### Exercise
Each record is to be printed again precisely as it reads.
Data shown START
"""Numeric helpers of the severity laws: array plumbing and log-space special functions."""

from __future__ import annotations

import math
from collections.abc import Callable, Sequence
from typing import Any

import numpy as np
from numpy.typing import ArrayLike, NDArray
from scipy import special

_Floats = NDArray[np.float64]
_Array = NDArray[Any] | Sequence[Any]
_Fill = float | Callable[[_Floats], _Floats]

_LOG_HALF = math.log(0.5)
_WINDOW_NATS = 60.0  # integrand below exp(-60) of its peak is dropped in tilted integrals


# ---------------------------------------------------------------------------- validation


def _set(obj: object, name: str, value: object) -> None:
    """Store a validated value on a frozen dataclass."""
    object.__setattr__(obj, name, value)


# ---------------------------------------------------------------------------- array plumbing


def _as_floats(x: ArrayLike) -> tuple[_Floats, tuple[int, ...], bool]:
    arr = np.asarray(x, dtype=np.float64)
    return arr.ravel().copy(), arr.shape, arr.ndim == 0


def _finish(values: _Floats, shape: tuple[int, ...], scalar: bool) -> Any:
    if scalar:
        return float(values[0])
    return values.reshape(shape)


def _fill(target: _Floats, mask: NDArray[np.bool_], x: _Floats, value: _Fill) -> None:
    if not mask.any():
        return
    target[mask] = value(x[mask]) if callable(value) else value


def _h(u: _Floats, a: float) -> _Floats:
    """Integral of v^-a over [1, u], written to stay accurate when a is near 1."""
    log_u = np.log(u)
    if a == 1.0:
        return log_u
    return np.asarray(np.expm1((1.0 - a) * log_u) / (1.0 - a))


def _log_gamma_q_cf(a: float, x: _Floats) -> _Floats:
    """log of the regularized upper incomplete gamma Q(a, x) for x > a + 1.

    Continued fraction of Gamma(a, x) (modified Lentz), kept in log space: scipy's gammaincc
    underflows to 0 below about 1e-308, this does not. Elements leave the iteration as they
    converge (far out it takes a handful of steps); x = inf gives -inf.
    """
    x = np.asarray(x, dtype=np.float64)
    out = np.full(x.shape, -math.inf)
    live = np.flatnonzero(np.isfinite(x))
    if live.size == 0:
        return out
    tiny = 1e-300
    xs = x[live]
    b = xs + 1.0 - a
    c = np.full_like(xs, 1.0 / tiny)
    d = 1.0 / b
    h = d.copy()
    active = np.arange(xs.size)
    for i in range(1, 2000):
        an = -i * (i - a)
        b[active] = b[active] + 2.0
        dd = an * d[active] + b[active]
        dd = np.where(np.abs(dd) < tiny, tiny, dd)
        cc = b[active] + an / c[active]
        cc = np.where(np.abs(cc) < tiny, tiny, cc)
        dd = 1.0 / dd
        delta = dd * cc
        d[active], c[active] = dd, cc
        h[active] = h[active] * delta
        active = active[np.abs(delta - 1.0) >= 1e-16]
        if active.size == 0:
            break
    out[live] = -xs + a * np.log(xs) - special.gammaln(a) + np.log(h)
    return out


def _log1m_exp(log_p: _Floats) -> _Floats:
    """log(1 - e^log_p) without cancellation on either side of 1/2 (Maechler's switch)."""
    with np.errstate(divide="ignore"):
        near_one = log_p > -math.log(2.0)
        safe = np.where(near_one, log_p, -1.0)
        return np.where(near_one, np.log(-np.expm1(safe)), np.log1p(-np.exp(log_p)))


def _normal_raw_moment(k: int, mean: float, sd: float) -> float:
    """E[(mean + sd Z)^k] by the binomial expansion; E[Z^j] = (j-1)!! for even j."""
    total = 0.0
    for j in range(0, k + 1, 2):
        double_factorial = math.prod(range(j - 1, 0, -2)) if j else 1
        total += math.comb(k, j) * mean ** (k - j) * sd**j * double_factorial
    return total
Data shown END
### Final answer
"""Numeric helpers of the severity laws: array plumbing and log-space special functions."""

from __future__ import annotations

import math
from collections.abc import Callable, Sequence
from typing import Any

import numpy as np
from numpy.typing import ArrayLike, NDArray
from scipy import special

_Floats = NDArray[np.float64]
_Array = NDArray[Any] | Sequence[Any]
_Fill = float | Callable[[_Floats], _Floats]

_LOG_HALF = math.log(0.5)
_WINDOW_NATS = 60.0  # integrand below exp(-60) of its peak is dropped in tilted integrals


# ---------------------------------------------------------------------------- validation


def _set(obj: object, name: str, value: object) -> None:
    """Store a validated value on a frozen dataclass."""
    object.__setattr__(obj, name, value)


# ---------------------------------------------------------------------------- array plumbing


def _as_floats(x: ArrayLike) -> tuple[_Floats, tuple[int, ...], bool]:
    arr = np.asarray(x, dtype=np.float64)
    return arr.ravel().copy(), arr.shape, arr.ndim == 0


def _finish(values: _Floats, shape: tuple[int, ...], scalar: bool) -> Any:
    if scalar:
        return float(values[0])
    return values.reshape(shape)


def _fill(target: _Floats, mask: NDArray[np.bool_], x: _Floats, value: _Fill) -> None:
    if not mask.any():
        return
    target[mask] = value(x[mask]) if callable(value) else value


def _h(u: _Floats, a: float) -> _Floats:
    """Integral of v^-a over [1, u], written to stay accurate when a is near 1."""
    log_u = np.log(u)
    if a == 1.0:
        return log_u
    return np.asarray(np.expm1((1.0 - a) * log_u) / (1.0 - a))


def _log_gamma_q_cf(a: float, x: _Floats) -> _Floats:
    """log of the regularized upper incomplete gamma Q(a, x) for x > a + 1.

    Continued fraction of Gamma(a, x) (modified Lentz), kept in log space: scipy's gammaincc
    underflows to 0 below about 1e-308, this does not. Elements leave the iteration as they
    converge (far out it takes a handful of steps); x = inf gives -inf.
    """
    x = np.asarray(x, dtype=np.float64)
    out = np.full(x.shape, -math.inf)
    live = np.flatnonzero(np.isfinite(x))
    if live.size == 0:
        return out
    tiny = 1e-300
    xs = x[live]
    b = xs + 1.0 - a
    c = np.full_like(xs, 1.0 / tiny)
    d = 1.0 / b
    h = d.copy()
    active = np.arange(xs.size)
    for i in range(1, 2000):
        an = -i * (i - a)
        b[active] = b[active] + 2.0
        dd = an * d[active] + b[active]
        dd = np.where(np.abs(dd) < tiny, tiny, dd)
        cc = b[active] + an / c[active]
        cc = np.where(np.abs(cc) < tiny, tiny, cc)
        dd = 1.0 / dd
        delta = dd * cc
        d[active], c[active] = dd, cc
        h[active] = h[active] * delta
        active = active[np.abs(delta - 1.0) >= 1e-16]
        if active.size == 0:
            break
    out[live] = -xs + a * np.log(xs) - special.gammaln(a) + np.log(h)
    return out


def _log1m_exp(log_p: _Floats) -> _Floats:
    """log(1 - e^log_p) without cancellation on either side of 1/2 (Maechler's switch)."""
    with np.errstate(divide="ignore"):
        near_one = log_p > -math.log(2.0)
        safe = np.where(near_one, log_p, -1.0)
        return np.where(near_one, np.log(-np.expm1(safe)), np.log1p(-np.exp(log_p)))


def _normal_raw_moment(k: int, mean: float, sd: float) -> float:
    """E[(mean + sd Z)^k] by the binomial expansion; E[Z^j] = (j-1)!! for even j."""
    total = 0.0
    for j in range(0, k + 1, 2):
        double_factorial = math.prod(range(j - 1, 0, -2)) if j else 1
        total += math.comb(k, j) * mean ** (k - j) * sd**j * double_factorial
    return total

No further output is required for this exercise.